Mais le développement
du tissu PME/PMI reste le créneau le plus important aujourd’hui en Algérie
et qui est à portée de main des Tunisiens, aidés par la proximité
géographique et culturelle.
Vous admettrez que
pour que l’Algérie soit un site de production et, éventuellement,
d’exportation, il est nécessaire d’avoir des ressources humaines bien
formées. Qu’en est-il de ce côté… ?
Vous avez tout à fait
raison.
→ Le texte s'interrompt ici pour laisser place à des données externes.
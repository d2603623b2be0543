//! `compare --select`: name the best layout with a stated confidence (Kim–Nelson fully sequential procedure).
//!
//! S.-H. Kim and B. L. Nelson, "A fully sequential procedure for
//! indifference-zone selection in simulation", *ACM TOMACS* 11(3):251–273,
//! 2001. Every surviving layout gets replication r (with common random
//! numbers: the same lots in each), then layouts clearly behind another are
//! dropped; this repeats until one is left or the cap is reached. Replications
//! are simulated in parallel in blocks, but fed to the procedure one stage at
//! a time in order, so the outcome does not depend on the thread count.

use std::fmt::Write as _;

use clap::Args;
use layflow_engine::{Goal, KimNelson};
use layflow_models::compare::{self, Better, Kind, Metric};
use layflow_models::plant::Plant;
use layflow_models::sim::{simulate, Plan, RepStats, RunSpec};
use layflow_models::units::parse_duration;
use rayon::prelude::*;
use serde::Serialize;

use crate::progress::Progress;
use crate::table::{num, time_unit, Table};
use crate::Failure;

/// Where the procedure is published, for reports.
pub const SOURCE: &str =
    "Kim and Nelson (2001), \"A fully sequential procedure for indifference-zone selection in simulation\", \
     ACM TOMACS 11(3):251-273";

/// The flags of `--select`.
#[derive(Args, Debug, Clone)]
pub struct SelectArgs {
    /// Select the best layout on --metric with the Kim–Nelson fully sequential procedure:
    /// add replications, drop layouts clearly worse, stop when one is left.
    #[arg(long)]
    pub select: bool,
    /// The smallest difference in --metric worth acting on, in the metric's units,
    /// e.g. "5 min" for flow_time_s or 0.5 for throughput_per_h (required with --select).
    #[arg(long, value_name = "AMOUNT")]
    pub indifference: Option<String>,
    /// Probability of selecting the best layout (when it is better by at least the indifference amount).
    #[arg(long, value_name = "P", default_value_t = 0.95)]
    pub confidence: f64,
    /// Replications of every layout before the first elimination (n₀ ≥ 2).
    #[arg(long, value_name = "N", default_value_t = 10)]
    pub first_stage: usize,
    /// The most replications per layout --select may use before it stops undecided.
    #[arg(long, value_name = "N", default_value_t = 500)]
    pub max_replications: usize,
}

/// Validated selection settings.
#[derive(Debug, Clone)]
pub struct Settings {
    delta: f64,
    confidence: f64,
    n0: usize,
    max: usize,
    goal: Goal,
}

/// Validate the `--select` flags; `None` without `--select`.
pub fn settings(
    a: &SelectArgs,
    metric: &Metric,
    replications_given: Option<u32>,
) -> Result<Option<Settings>, Failure> {
    if !a.select {
        if a.indifference.is_some() {
            return Err(Failure::input("--indifference is for --select; add --select or leave it out"));
        }
        return Ok(None);
    }
    if replications_given.is_some() {
        return Err(Failure::input(
            "with --select the procedure decides how many replications to run; cap them with \
             --max-replications instead of --replications",
        ));
    }
    let goal = match metric.better {
        Better::Lower => Goal::Minimize,
        Better::Higher => Goal::Maximize,
        Better::Neither => {
            return Err(Failure::input(format!(
                "--metric {}: neither a higher nor a lower value is better, so there is no best layout to \
                 select; select on flow_time_s, throughput_per_h, wip_mean, move_wait_s or handling_cost_per_h",
                metric.label()
            )))
        }
    };
    let example = match metric.kind {
        Kind::Duration => "e.g. --indifference \"5 min\"",
        Kind::Number => "e.g. --indifference 0.5",
    };
    let text = a.indifference.as_deref().ok_or_else(|| {
        Failure::input(format!(
            "--select needs --indifference: the smallest difference in {} worth acting on ({example})",
            metric.label()
        ))
    })?;
    let delta = match metric.kind {
        Kind::Duration => parse_duration(text).map_err(|e| {
            Failure::input(format!("--indifference {text:?}: {e} ({} is a duration)", metric.label()))
        })?,
        Kind::Number => text.trim().parse::<f64>().map_err(|_| {
            Failure::input(format!(
                "--indifference {text:?}: not a number ({} is not a duration; {example})",
                metric.label()
            ))
        })?,
    };
    if !(delta > 0.0 && delta.is_finite()) {
        return Err(Failure::input(format!("--indifference {text:?}: must be greater than zero")));
    }
    if !(a.confidence > 0.0 && a.confidence < 1.0) {
        return Err(Failure::input(format!(
            "--confidence {}: must lie between 0 and 1, e.g. 0.95",
            a.confidence
        )));
    }
    if a.first_stage < 2 {
        return Err(Failure::input("--first-stage must be at least 2 (variances need two replications)"));
    }
    if a.max_replications < a.first_stage {
        return Err(Failure::input(format!(
            "--max-replications {} is below --first-stage {}",
            a.max_replications, a.first_stage
        )));
    }
    Ok(Some(Settings { delta, confidence: a.confidence, n0: a.first_stage, max: a.max_replications, goal }))
}

/// What the selection did, for the report.
#[derive(Debug, Clone, Serialize)]
pub struct Selection {
    procedure: &'static str,
    source: &'static str,
    metric: String,
    goal: &'static str,
    /// The indifference zone δ in the metric's units (seconds for durations).
    indifference: f64,
    confidence: f64,
    first_stage: usize,
    max_replications: usize,
    eta: f64,
    h2: f64,
    /// Stages (replications of each surviving layout) fed.
    stages: usize,
    layouts: Vec<SelectedLayout>,
    /// The selected layout; `None` when the cap was reached first.
    best: Option<String>,
    /// The survivors gave identical results in every replication (a tie no replication can break).
    identical: bool,
    /// The guarantee (or why there is none) in plain words.
    statement: String,
}

/// One layout's part in the selection.
#[derive(Debug, Clone, Serialize)]
struct SelectedLayout {
    layout: String,
    replications: usize,
    mean: f64,
    /// The replication after which it was dropped; `None` for the best or a survivor.
    eliminated_after: Option<usize>,
}

/// Run the procedure on layouts `which` (their `plans`), returning each
/// layout's replications (as many as the procedure used) and the outcome.
#[allow(clippy::too_many_arguments)]
pub fn run(
    plant: &Plant,
    which: &[usize],
    plans: &[Plan],
    spec: &(dyn Fn(usize) -> RunSpec + Sync),
    metric: usize,
    s: &Settings,
    demand_factor: f64,
    progress: &Progress,
) -> Result<(Vec<Vec<RepStats>>, Selection), Failure> {
    let k = which.len();
    let mut kn = KimNelson::new(k, s.n0, s.confidence, s.delta, s.goal)
        .map_err(|e| Failure::input(format!("--select: {e}")))?;
    let label = compare::metrics(plant)[metric].label();
    let mut reps: Vec<Vec<RepStats>> = (0..k).map(|_| Vec::new()).collect();
    // Stages simulated per block after the first: enough to keep every core busy.
    let block = (2 * rayon::current_num_threads()).max(4);
    let mut stage = 0usize;
    progress.stage(format!("selecting on {label}, demand ×{}", num(demand_factor)));
    // Survivors that gave exactly the same value in every replication (mirror
    // images of one layout, say) can never be told apart: stop rather than run to the cap.
    let mut identical = false;
    while !kn.is_done() && stage < s.max && !identical {
        let upto = if stage < s.n0 { s.n0 } else { (stage + block).min(s.max) };
        let alive: Vec<usize> = kn.survivors().to_vec();
        progress.add_total((alive.len() * (upto - stage)) as u64);
        let jobs: Vec<(usize, u64)> =
            alive.iter().flat_map(|&i| (stage..upto).map(move |r| (i, r as u64))).collect();
        let done: Vec<RepStats> = jobs
            .par_iter()
            .map(|&(i, r)| {
                let st = simulate(&plans[i], &spec(which[i]), r);
                progress.done(&st);
                st
            })
            .collect();
        for ((i, _), st) in jobs.iter().zip(done) {
            reps[*i].push(st);
        }
        let mut values = vec![f64::NAN; k];
        while stage < upto && !kn.is_done() {
            let r = stage;
            values.fill(f64::NAN);
            for &i in kn.survivors() {
                let v = compare::values(plant, &reps[i][r])[metric];
                if !v.is_finite() {
                    return Err(Failure::run(format!(
                        "--select: replication {r} of layout {} observed no {label} (no lot shipped in the \
                         window?); lengthen the horizon or select on another metric",
                        plant.layouts[which[i]].name
                    )));
                }
                values[i] = v;
            }
            kn.observe(&values).map_err(|e| Failure::run(format!("--select: {e}")))?;
            stage += 1;
        }
        let alive = kn.survivors();
        identical = stage >= s.n0
            && alive.len() > 1
            && (0..stage).all(|r| {
                let v = |i: usize| compare::values(plant, &reps[i][r])[metric];
                alive.iter().all(|&i| v(i) == v(alive[0]))
            });
    }
    // Keep only the replications the procedure used.
    for (i, r) in reps.iter_mut().enumerate() {
        r.truncate(kn.observations(i));
    }
    let name = |i: usize| plant.layouts[which[i]].name.clone();
    let m = &compare::metrics(plant)[metric];
    let best = kn.winner().map(name);
    let statement = statement(&kn, m, s, k, &best, &name, identical);
    let selection = Selection {
        procedure: "Kim–Nelson fully sequential",
        source: SOURCE,
        metric: label,
        goal: match s.goal {
            Goal::Minimize => "lowest",
            Goal::Maximize => "highest",
        },
        indifference: s.delta,
        confidence: s.confidence,
        first_stage: s.n0,
        max_replications: s.max,
        eta: layflow_engine::kn_eta(k, s.n0, s.confidence).expect("validated by KimNelson::new"),
        h2: kn.h2(),
        stages: kn.stage(),
        layouts: (0..k)
            .map(|i| SelectedLayout {
                layout: name(i),
                replications: kn.observations(i),
                mean: kn.mean(i).unwrap_or(f64::NAN),
                eliminated_after: kn.eliminated_at(i),
            })
            .collect(),
        best,
        identical,
        statement,
    };
    Ok((reps, selection))
}

fn amount(m: &Metric, x: f64) -> String {
    match m.kind {
        Kind::Duration => {
            let (u, s) = time_unit(x);
            format!("{} {u}", num(x / s).trim_end_matches('0').trim_end_matches('.'))
        }
        Kind::Number => num(x),
    }
}

fn statement(
    kn: &KimNelson,
    m: &Metric,
    s: &Settings,
    k: usize,
    best: &Option<String>,
    name: &dyn Fn(usize) -> String,
    identical: bool,
) -> String {
    let goal = match s.goal {
        Goal::Minimize => "lowest",
        Goal::Maximize => "highest",
    };
    let what = format!("mean {}", crate::compare::human(m));
    match best {
        Some(b) => format!(
            "With probability at least {:.0}%, layout {b} has the {goal} {what} of these {k} layouts, or is \
             within {} of the one that has. This holds when replication results are roughly normal (means over \
             a long run are) and the same with or without common random numbers (Kim and Nelson 2001).",
            s.confidence * 100.0,
            amount(m, s.delta)
        ),
        None if identical => {
            let left: Vec<String> = kn.survivors().iter().map(|&i| name(i)).collect();
            format!(
                "No single layout can be named: {} gave the same {what} in every one of {} replications (the \
                 same simulated outcome, as mirror-image layouts give), so no number of replications can tell \
                 them apart. Treat them as equally good.",
                left.join(", "),
                kn.stage()
            )
        }
        None => {
            let left: Vec<String> = kn.survivors().iter().map(|&i| name(i)).collect();
            format!(
                "No layout could be named: after {} replications (the cap) {} are still in. Their {what} differ \
                 by less than the procedure can resolve at this indifference ({}): treat them as equally good, \
                 or raise --max-replications or lower --indifference.",
                kn.stage(),
                left.join(", "),
                amount(m, s.delta)
            )
        }
    }
}

/// The selection as a table and the guarantee.
pub fn render(sel: &Selection, metric: &Metric) -> String {
    let mut s = String::new();
    let _ = writeln!(
        s,
        "  Selecting the best layout on mean {} (the {} wins): {} procedure, Kim and Nelson 2001; indifference {}, confidence {:.0}%, \
         n₀ = {}, h² = {:.4}",
        crate::compare::human(metric),
        sel.goal,
        sel.procedure,
        amount(metric, sel.indifference),
        sel.confidence * 100.0,
        sel.first_stage,
        sel.h2
    );
    let mut t = Table::new(&[
        "layout",
        "replications",
        &format!("mean {}", crate::compare::human(metric)),
        "outcome",
    ]);
    for l in &sel.layouts {
        let outcome = match (l.eliminated_after, &sel.best) {
            (Some(r), _) => format!("dropped after replication {r}"),
            (None, Some(b)) if *b == l.layout => "BEST".to_string(),
            (None, _) if sel.identical => "tied: identical results".to_string(),
            (None, _) => "still in at the cap".to_string(),
        };
        t.row(vec![l.layout.clone(), l.replications.to_string(), amount(metric, l.mean), outcome]);
    }
    s.push_str(&t.render(2));
    let _ = writeln!(s, "  {}", sel.statement);
    s
}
La formation est également un créneau qui est appelé à se
développer, car il y a un besoin en termes de qualité de la formation.
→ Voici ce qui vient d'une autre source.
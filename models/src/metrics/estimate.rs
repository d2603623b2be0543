//! Estimates across replications: a mean with its 95% Student t half-width, and pooled percentiles.

use layflow_engine::{interval, Interval, TickHistogram};
use serde::Serialize;

/// Confidence level of every interval in a summary.
pub const CONFIDENCE: f64 = 0.95;

/// A mean over replications with its 95% half-width (`null` with one replication).
#[derive(Debug, Clone, Copy, Serialize, PartialEq)]
pub struct Estimate {
    /// Mean over replications.
    pub mean: f64,
    /// Half-width of the 95% Student t interval.
    pub half_width: Option<f64>,
    /// Replications.
    pub n: usize,
}

/// An [`Estimate`] of a duration, with percentiles of the pooled histogram.
#[derive(Debug, Clone, Copy, Serialize, PartialEq)]
pub struct DurationEstimate {
    /// Mean over replications of each replication's mean.
    pub mean: f64,
    /// Half-width of the 95% Student t interval.
    pub half_width: Option<f64>,
    /// Replications.
    pub n: usize,
    /// Median of every observation pooled across replications.
    pub p50: f64,
    /// 90th percentile, pooled.
    pub p90: f64,
    /// 95th percentile, pooled.
    pub p95: f64,
    /// 99th percentile, pooled.
    pub p99: f64,
    /// Observations pooled.
    pub count: u64,
}

impl DurationEstimate {
    /// The mean and its interval without the percentiles.
    pub fn estimate(&self) -> Estimate {
        Estimate { mean: self.mean, half_width: self.half_width, n: self.n }
    }
}

impl From<Interval> for Estimate {
    fn from(iv: Interval) -> Self {
        Estimate { mean: iv.mean, half_width: iv.half_width, n: iv.n }
    }
}

/// Mean and interval over the replications that observed the metric: a
/// replication that shipped no lot has no flow time, which is not a flow
/// time of 0. `n` says how many replications counted.
pub fn est(xs: impl Iterator<Item = f64>) -> Estimate {
    let v: Vec<f64> = xs.filter(|x| x.is_finite()).collect();
    interval(&v, CONFIDENCE).into()
}

/// Replications an estimate holds exactly before it folds them into moments:
/// up to this many, [`Moments::estimate`] is [`est`] over the values, to the
/// last bit; past it, each full chunk is reduced to (count, mean, sum of
/// squared deviations) and merged, so memory stays `CHUNK` values whatever
/// the number of replications.
pub const CHUNK: usize = 64;

/// A metric's values over replications in constant memory, giving the same
/// [`Estimate`] as [`est`] over every value.
///
/// The mean is the running sum of the values in replication order divided by
/// their count, the same arithmetic as [`est`]'s, so it agrees to the last
/// bit for any number of replications. The variance is the two-pass sum of
/// squared deviations within each chunk of [`CHUNK`] values, chunks merged by
/// the pairwise update of Chan, Golub and LeVeque ("Algorithms for computing
/// the sample variance", *The American Statistician* 37(3), 1983; from
/// memory): M2 = M2a + M2b + δ²·na·nb/(na + nb), δ the difference of the
/// chunk means. Up to [`CHUNK`] values there is one chunk and nothing to
/// merge, so the half-width is [`est`]'s exactly; beyond, it can differ from
/// the two-pass sum over every value in its last bits only (both are
/// backward stable).
#[derive(Debug, Clone)]
pub struct Moments {
    /// Sum of the finite values, in order (starts at `f64`'s neutral element, as `Iterator::sum`).
    total: f64,
    /// Finite values seen.
    n: usize,
    /// Values in the merged chunks.
    merged_n: usize,
    /// Their mean.
    merged_mean: f64,
    /// Their sum of squared deviations from that mean.
    merged_m2: f64,
    /// The current chunk's values (at most [`CHUNK`]).
    chunk: Vec<f64>,
}

/// (count, mean, sum of squared deviations) of `xs`, two-pass as in `layflow_engine::interval`.
fn two_pass(xs: &[f64]) -> (usize, f64, f64) {
    let n = xs.len();
    let mean = xs.iter().sum::<f64>() / n as f64;
    (n, mean, xs.iter().map(|x| (x - mean).powi(2)).sum::<f64>())
}

impl Default for Moments {
    fn default() -> Moments {
        Moments::new()
    }
}

impl Moments {
    /// No values yet.
    pub fn new() -> Moments {
        Moments {
            total: std::iter::empty::<f64>().sum(),
            n: 0,
            merged_n: 0,
            merged_mean: 0.0,
            merged_m2: 0.0,
            chunk: Vec::new(),
        }
    }

    /// Add one replication's value; a non-finite one (nothing observed) is left out, as in [`est`].
    pub fn add(&mut self, x: f64) {
        if !x.is_finite() {
            return;
        }
        self.total += x;
        self.n += 1;
        self.chunk.push(x);
        if self.chunk.len() == CHUNK {
            let (n, mean, m2) = two_pass(&self.chunk);
            (self.merged_n, self.merged_mean, self.merged_m2) =
                merge((self.merged_n, self.merged_mean, self.merged_m2), (n, mean, m2));
            self.chunk.clear();
        }
    }

    /// Values counted (finite ones).
    pub fn count(&self) -> usize {
        self.n
    }

    /// Values held in memory now: never more than [`CHUNK`], whatever [`Moments::count`] is.
    pub fn retained(&self) -> usize {
        self.chunk.len()
    }

    /// Mean and 95% interval, as [`est`] over every value added.
    pub fn estimate(&self) -> Estimate {
        if self.merged_n == 0 {
            return layflow_engine::interval(&self.chunk, CONFIDENCE).into();
        }
        let merged = (self.merged_n, self.merged_mean, self.merged_m2);
        let (n, _, m2) = if self.chunk.is_empty() { merged } else { merge(merged, two_pass(&self.chunk)) };
        let mean = self.total / n as f64;
        let var = m2 / (n - 1) as f64;
        let hw = layflow_engine::t_quantile(CONFIDENCE, n - 1) * (var / n as f64).sqrt();
        Estimate { mean, half_width: Some(hw), n }
    }

    /// As [`Moments::estimate`], with the standard error of the mean, as [`est_with_se`].
    pub fn estimate_with_se(&self) -> (Estimate, Option<f64>) {
        with_se(self.estimate())
    }
}

/// Pairwise merge of two (count, mean, M2) summaries (Chan, Golub and LeVeque 1983).
fn merge(a: (usize, f64, f64), b: (usize, f64, f64)) -> (usize, f64, f64) {
    if a.0 == 0 {
        return b;
    }
    let n = a.0 + b.0;
    let delta = b.1 - a.1;
    let mean = a.1 + delta * b.0 as f64 / n as f64;
    (n, mean, a.2 + b.2 + delta * delta * (a.0 as f64 * b.0 as f64 / n as f64))
}

/// An estimate with the standard error of its mean, s/√n, read back from the half-width.
fn with_se(e: Estimate) -> (Estimate, Option<f64>) {
    let se = e.half_width.map(|h| h / layflow_engine::t_quantile(CONFIDENCE, e.n - 1));
    (e, se)
}

/// As [`est`], with the standard error of the mean (s/√n) that one-sided bounds need.
pub fn est_with_se(xs: impl Iterator<Item = f64>) -> (Estimate, Option<f64>) {
    with_se(est(xs))
}

/// A duration's estimate from each replication's mean, with the percentiles
/// of every observation pooled (histograms added exactly).
pub fn dur(means: impl Iterator<Item = f64>, hist: &TickHistogram) -> DurationEstimate {
    with_hist(est(means), hist)
}

/// A duration's estimate `e` (of each replication's mean) with the percentiles of `hist`.
pub fn with_hist(e: Estimate, hist: &TickHistogram) -> DurationEstimate {
    DurationEstimate {
        mean: e.mean,
        half_width: e.half_width,
        n: e.n,
        p50: hist.quantile(0.50),
        p90: hist.quantile(0.90),
        p95: hist.quantile(0.95),
        p99: hist.quantile(0.99),
        count: hist.count(),
    }
}

#[cfg(test)]
mod tests {
    use super::*;
    use crate::metrics::compute::observed;
    use layflow_engine::Tally;

    #[test]
    fn replications_without_observations_are_left_out_not_counted_as_zero() {
        let mut seen = Tally::new();
        seen.add(10.0);
        seen.add(14.0);
        let empty = Tally::new();
        let e = est([observed(&seen), observed(&empty), observed(&seen)].into_iter());
        // Two replications of mean 12, the empty one skipped: a zero would give 8.
        assert_eq!((e.mean, e.n), (12.0, 2));
        assert_eq!(e.half_width, Some(0.0));
    }

    #[test]
    fn moments_equal_the_two_pass_estimate_to_the_last_bit_within_a_chunk() {
        // Up to CHUNK values there is one chunk: the same arithmetic as `est`.
        let xs: Vec<f64> = (0..CHUNK).map(|i| ((i * 7919) % 101) as f64 / 3.0 + 0.1).collect();
        for n in [0, 1, 2, 17, CHUNK] {
            let mut m = Moments::new();
            xs[..n].iter().for_each(|&x| m.add(x));
            let (a, b) = (m.estimate(), est(xs[..n].iter().copied()));
            assert_eq!((a.mean.to_bits(), a.n), (b.mean.to_bits(), b.n), "n = {n}");
            assert_eq!(a.half_width.map(f64::to_bits), b.half_width.map(f64::to_bits), "n = {n}");
        }
    }

    #[test]
    fn moments_keep_a_chunk_whatever_the_count_and_match_the_closed_form() {
        // The values 1..=n have mean (n + 1)/2 and sample variance n(n + 1)/12
        // (sums of the first n integers and squares; from memory). Relative
        // tolerance 1e-12: both sides are sums of n = 10,000 terms, each
        // rounding at most n·ε ≈ 2e-12 in the worst case and far less in
        // practice; a wrong merge formula is off by whole percents.
        let n = 10_000usize;
        let mut m = Moments::new();
        let mut peak = 0;
        for i in 1..=n {
            m.add(i as f64);
            peak = peak.max(m.retained());
        }
        m.add(f64::NAN); // nothing observed: left out, as in `est`
        assert!(peak <= CHUNK, "held {peak} values");
        let e = m.estimate();
        let nf = n as f64;
        assert_eq!(e.n, n);
        assert_eq!(e.mean, (nf + 1.0) / 2.0);
        let var = nf * (nf + 1.0) / 12.0;
        let hw = layflow_engine::t_quantile(CONFIDENCE, n - 1) * (var / nf).sqrt();
        let got = e.half_width.expect("n > 1");
        assert!((got - hw).abs() <= 1e-12 * hw, "half-width {got} against {hw}");
        // And against the two-pass estimate over every value.
        let two_pass = est((1..=n).map(|i| i as f64));
        assert!((got - two_pass.half_width.unwrap()).abs() <= 1e-12 * hw);
    }
}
D’ailleurs, le rythme de développement du pays a nécessité l’importation
d’une main-d’œuvre étrangère importante (chinoise, et de certains pays
arabes…), parce que les métiers des grands secteurs comme le BTP,
l’hydraulique, le logement, la maintenance ou la sous-traitance dans tout ce
qui est mécanique et électronique, etc., exigent une haute qualité de
formation qui n’existe pas ou peu en Algérie aujourd’hui.
Mais il est certain
que ce secteur va se développer très rapidement parce que le système
salarial est en train d’évoluer de façon positive, en ce sens que, avant, on
rémunérait les diplômes, mais maintenant ce sont les compétences, l’habilité
professionnelle qu’on rémunère,…
Et au niveau des
banques et autres institutions financières ?
En fait, cela concerne
tout le secteur des services (tourisme, transport, finances), mais le marché
des compétences bancaires reste de loin le plus tendu, compte tenu des
nouvelles créations d’établissements bancaires. Et il faut dire
que les métiers de banque et de la finance ce sont des métiers dans lesquels
il y a un besoin d’affinement extrêmement important. Il y a certes de
porteurs de diplômes, mais pas suffisamment de techniciens qui maîtrisent
le métier du financement de l’investissement, de banquier d’affaires, de
conseiller d’entreprises…
Venons-en maintenant
aux relations commerciales et économiques tuniso-algériennes. On voit qu’il
y a une volonté politique des deux côtés, mais comme l’on a pu le constater,
les opérateurs se plaignent des procédures.
Nous devons
reconnaître que le rythme de développement des relations tuniso-algériennes
en matière de commerce est encore faible, mais il est important; mais il y a
une importante marge de progression possible à ce niveau là.
Pour les
opérations de commerce extérieur qui passent par des banques, et compte tenu
de la règlementation en matière de contrôle de change, il y a évidemment,
parfois, des retards. Ceci dit, il est nécessaire que les opérateurs des
deux pays aillent au-delà des opérations d’achat et de vente, car si
l’opération se passe entre importateur et exportateur, cela engendre des
blocages, alors que si les uns arrivent à connaître les banquiers des
autres, échangent les informations, se font confiance, et vice versa, cela
peut faciliter les choses. Cela veut dire tout simplement que Tunisiens et
Algériens peuvent être des vrais partenaires du développement des deux pays.